Demystifying Bearer Capability URIs

Historically, there has been a practice of combining URIs with access tokens containing sufficient entropy to make them difficult to brute force. A few different techniques have been implemented to do this, but those techniques can be considered implementation specific. One of the earliest and most notable uses of this technique can be observed in the Second Life backend APIs.

An example of a capability URL being used in the fediverse today would be in the way that Pleroma refers to ActivityPub objects and activities: https://socially.whimsic.al/objects/b05e883b-b66f-421b-ac46-c6018f539533 is a capability URL that allows access to a specific object.

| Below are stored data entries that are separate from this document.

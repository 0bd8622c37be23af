package daemon

import (
	"errors"
	"fmt"
	"log/slog"
	"net"
	"path/filepath"
	"strconv"
	"time"

	"github.com/nats-io/nats-server/v2/server"
)

// ErrNotLoopback is returned when the embedded NATS server is asked to listen
// on an address that is not a loopback address.
var ErrNotLoopback = errors.New("daemon: embedded NATS server must listen on a loopback address")

// embeddedOptions returns the server options for an in-process NATS server
// with JetStream on storeDir, listening on listen ("host:port"; port 0 or -1
// picks a free port). Only loopback hosts are accepted: the embedded server
// has no authentication.
func embeddedOptions(listen, storeDir string) (*server.Options, error) {
	host, portStr, err := net.SplitHostPort(listen)
	if err != nil {
		return nil, fmt.Errorf("daemon: embedded NATS listen address %q: %w", listen, err)
	}
	if host == "" || host == "localhost" {
		host = "127.0.0.1"
	}
	ip := net.ParseIP(host)
	if ip == nil || !ip.IsLoopback() {
		return nil, fmt.Errorf("%w: %q", ErrNotLoopback, listen)
	}
	port, err := strconv.Atoi(portStr)
	if err != nil {
		return nil, fmt.Errorf("daemon: embedded NATS port %q: %w", portStr, err)
	}
	if port == 0 {
		port = server.RANDOM_PORT
	}
	return &server.Options{
		ServerName: "lariat-embedded",
		Host:       host,
		Port:       port,
		JetStream:  true,
		StoreDir:   filepath.Join(storeDir, "jetstream"),
		NoSigs:     true, // signals belong to the command, never to a library
		// A large MaxPending keeps the server from cutting off a fast
		// in-process subscriber; the client-side limits are set per subscription.
		MaxPending: 256 << 20,
	}, nil
}

// startEmbedded starts an in-process NATS server and waits until it accepts
// connections. The caller owns the returned server and must Shutdown it.
func startEmbedded(opts *server.Options, log *slog.Logger) (*server.Server, error) {
	s, err := server.NewServer(opts)
	if err != nil {
		return nil, fmt.Errorf("daemon: embedded NATS server: %w", err)
	}
	if log != nil {
		s.SetLogger(serverLogger{log.With("component", "nats-server")}, false, false)
	}
	go s.Start() // owned by s: Shutdown stops every goroutine it started
	if !s.ReadyForConnections(10 * time.Second) {
		s.Shutdown()
		return nil, fmt.Errorf("daemon: embedded NATS server on %s:%d did not start within 10s", opts.Host, opts.Port)
	}
	return s, nil
}

// serverLogger forwards the NATS server's log lines to slog. Notices become
// debug lines (the server is chatty at start) and warnings stay warnings.
type serverLogger struct{ log *slog.Logger }

var _ server.Logger = serverLogger{}

func (l serverLogger) Noticef(format string, v ...any) { l.log.Debug(fmt.Sprintf(format, v...)) }
func (l serverLogger) Warnf(format string, v ...any)   { l.log.Warn(fmt.Sprintf(format, v...)) }
func (l serverLogger) Fatalf(format string, v ...any)  { l.log.Error(fmt.Sprintf(format, v...)) }
func (l serverLogger) Errorf(format string, v ...any)  { l.log.Error(fmt.Sprintf(format, v...)) }
func (l serverLogger) Debugf(format string, v ...any)  { l.log.Debug(fmt.Sprintf(format, v...)) }
func (l serverLogger) Tracef(format string, v ...any)  { l.log.Debug(fmt.Sprintf(format, v...)) }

However, while it is difficult for capability URLs to be brute forced due to containing tokens that have sufficient entropy to make guessing them expensive, they are have a serious flaw — since the access token is part of the resource being accessed, they tend to leak the access token in two ways:

  • Browser Referer headers
  • Server access and error logs

Since the usage of capability URLs has become widespread, a wonderful specification has been released by the IETF: OAuth 2.0. OAuth provides a possible solution in the form of bearer tokens, which can be passed around using an Authorization header.

Bearer Capability URIs (aka bearcaps) are essentially a construct which combines a resource with an access token that happens to grant some form of access to that resource, while keeping that access token out of band. Since the access token is out of band, it cannot be leaked in a Referer header or in a server log.

But what does a bearcap URI look like? It’s actually quite simple. Let’s build on the example URL I gave above — it’s bearcap URI would be something like: bearcap:?u=https://socially.whimsic.al/notice/9nnmWVszgTY13FduAS&t=b05e883b-b66f-421b-ac46-c6018f539533.

Let’s break this down into parts.

bearcap is the name of the URI scheme, and then that is further broken down into a pair of URI query parameters:

  • u is the URI that the supplied token happens to be able to access in some way
  • t is the access token itself

In this case, a client which wanted to consume this bearcap (say to fetch the object behind it) would make a GET request to the URI specified, with the token specified:

GET /notice/9nnmWVszgTY13FduAS HTTP/1.1
Host: socially.whimsic.al
Authorization: Bearer b05e883b-b66f-421b-ac46-c6018f539533

HTTP/1.1 200 OK
[...]

In a future post, we will go into how bearcap URIs can help to bring some aspects of capability-based security to ActivityPub.